In engineering, there exist multiple priors about system and subsystems uncertainties, which should be integrated properly to analyze the system reliability. In the past research, an iterative updating procedure based on Bayesian Melding Method (I-BMM) was developed to merge and update multiple priors for the double-level system. However, the in-depth study in this paper shows that the original iterative procedure has no effect on the prior updating. Thus it is proposed that only a single BMM iteration process is needed following the original prior integration and updating formulation. BMM involves the sampling procedure for the probability density function (PDF) updating, wherein it is generally difficult to define the sampling number properly for obtaining accurate priors.
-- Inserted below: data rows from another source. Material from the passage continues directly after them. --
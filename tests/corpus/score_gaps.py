"""Precision and recall of the gap rules on the hand-annotated paragraphs.

Run as a script to print the figures:  python tests/corpus/score_gaps.py [-v]
The tests (tests/test_gap_corpus.py) hold the thresholds.
"""

from __future__ import annotations

import sys
import tempfile
from dataclasses import dataclass, field
from pathlib import Path

from capture.chem import material_key
from capture.config import LabConfig
from capture.notebook import Notebook
from capture.scan import scan
from masstrail_plugins.resolve.materials import resolve_builtin

CORPUS = Path(__file__).with_name("gap_paragraphs.txt")
HELD_OUT = Path(__file__).with_name("gap_held_out.txt")


@dataclass
class Item:
    text: str
    front: list[str] = field(default_factory=list)
    expected: list[tuple[str, str]] = field(default_factory=list)


def _item_key(item: str) -> str:
    info = resolve_builtin(item, LabConfig())
    return material_key(info.name if info else item)


# gaps about what was read, not about missing records: the text corpus and the real corpus
# score those (every paragraph here has the same made-up product mass, 0.50 g)
READING_KINDS = {"unread_amount", "no_weighed_input", "conflicting_product_mass",
                 "procedure_elsewhere", "mass_moles_mismatch", "yield_mismatch"}  # fmt: skip


def load(path: Path = CORPUS) -> list[Item]:
    items: list[Item] = []
    for raw in path.read_text(encoding="utf-8").splitlines():
        line = raw.strip()
        if not line or line.startswith("#"):
            continue
        if line.startswith(">"):
            items.append(Item(line[1:].strip()))
        elif line.startswith("+"):
            items[-1].front.append(line[1:].strip())
        elif line.startswith("gap:"):
            kind, item = (p.strip() for p in line[4:].split("|"))
            items[-1].expected.append((kind, _item_key(item)))
    return items


@dataclass
class Score:
    paragraphs: int
    expected: int
    found: int
    matched: int
    misses: list[str]

    @property
    def precision(self) -> float:
        return self.matched / self.found if self.found else 1.0

    @property
    def recall(self) -> float:
        return self.matched / self.expected if self.expected else 1.0


def score(items: list[Item] | None = None) -> Score:
    """Run every paragraph as an entry through the whole pipeline and compare the gaps."""
    items = load() if items is None else items
    with tempfile.TemporaryDirectory() as tmp:
        root = Path(tmp)
        for n, item in enumerate(items):
            front = ["product: {name: p, mass: 0.50 g}", *item.front]
            (root / f"p{n:03d}.md").write_text(
                "---\n" + "\n".join(front) + "\n---\n" + item.text + "\n"
            )
        report = scan(Notebook.open(root), write=False)
    s = Score(len(items), 0, 0, 0, [])
    for item, result in zip(items, report.results, strict=True):
        assert result.status == "ok", result.error
        got = [(g.kind, _item_key(g.item)) for g in result.gaps if g.kind not in READING_KINDS]
        left = list(item.expected)
        matched = 0
        for g in got:
            if g in left:
                left.remove(g)
                matched += 1
        s.expected += len(item.expected)
        s.found += len(got)
        s.matched += matched
        if left or matched != len(got):
            s.misses.append(
                f"{item.text}\n    want {sorted(item.expected)}\n    got  {sorted(got)}"
            )
    return s


def main(argv: list[str]) -> int:
    for label, path in (("gap corpus", CORPUS), ("held-out", HELD_OUT)):
        s = score(load(path))
        print(f"{label}: {s.paragraphs} paragraphs, {s.expected} expected gaps, {s.found} found")
        print(f"  precision {s.precision:.3f}  recall {s.recall:.3f}")
        if "-v" in argv:
            for miss in s.misses:
                print("  -", miss)
    return 0


if __name__ == "__main__":
    sys.exit(main(sys.argv[1:]))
To address this problem, a sequential prior integration and updating framework based on the original single BMM iteration process (S-BMM) is developed in this paper. In each cycle of prior updating, the sample number is sequentially added, and the difference between prior distributions obtained in the two consecutive cycles is measured with the symmetric Kullback-Leibler Divergence (SKLD). The sequential procedure is continued until the convergence to the accurate updated prior. The S-BMM framework for double-level systems is further extended for multi-level systems. Situations with some missing subsystem or component priors are also discussed. Finally, two numerical examples and one satellite engineering case are used to demonstrate and verify the proposed algorithms.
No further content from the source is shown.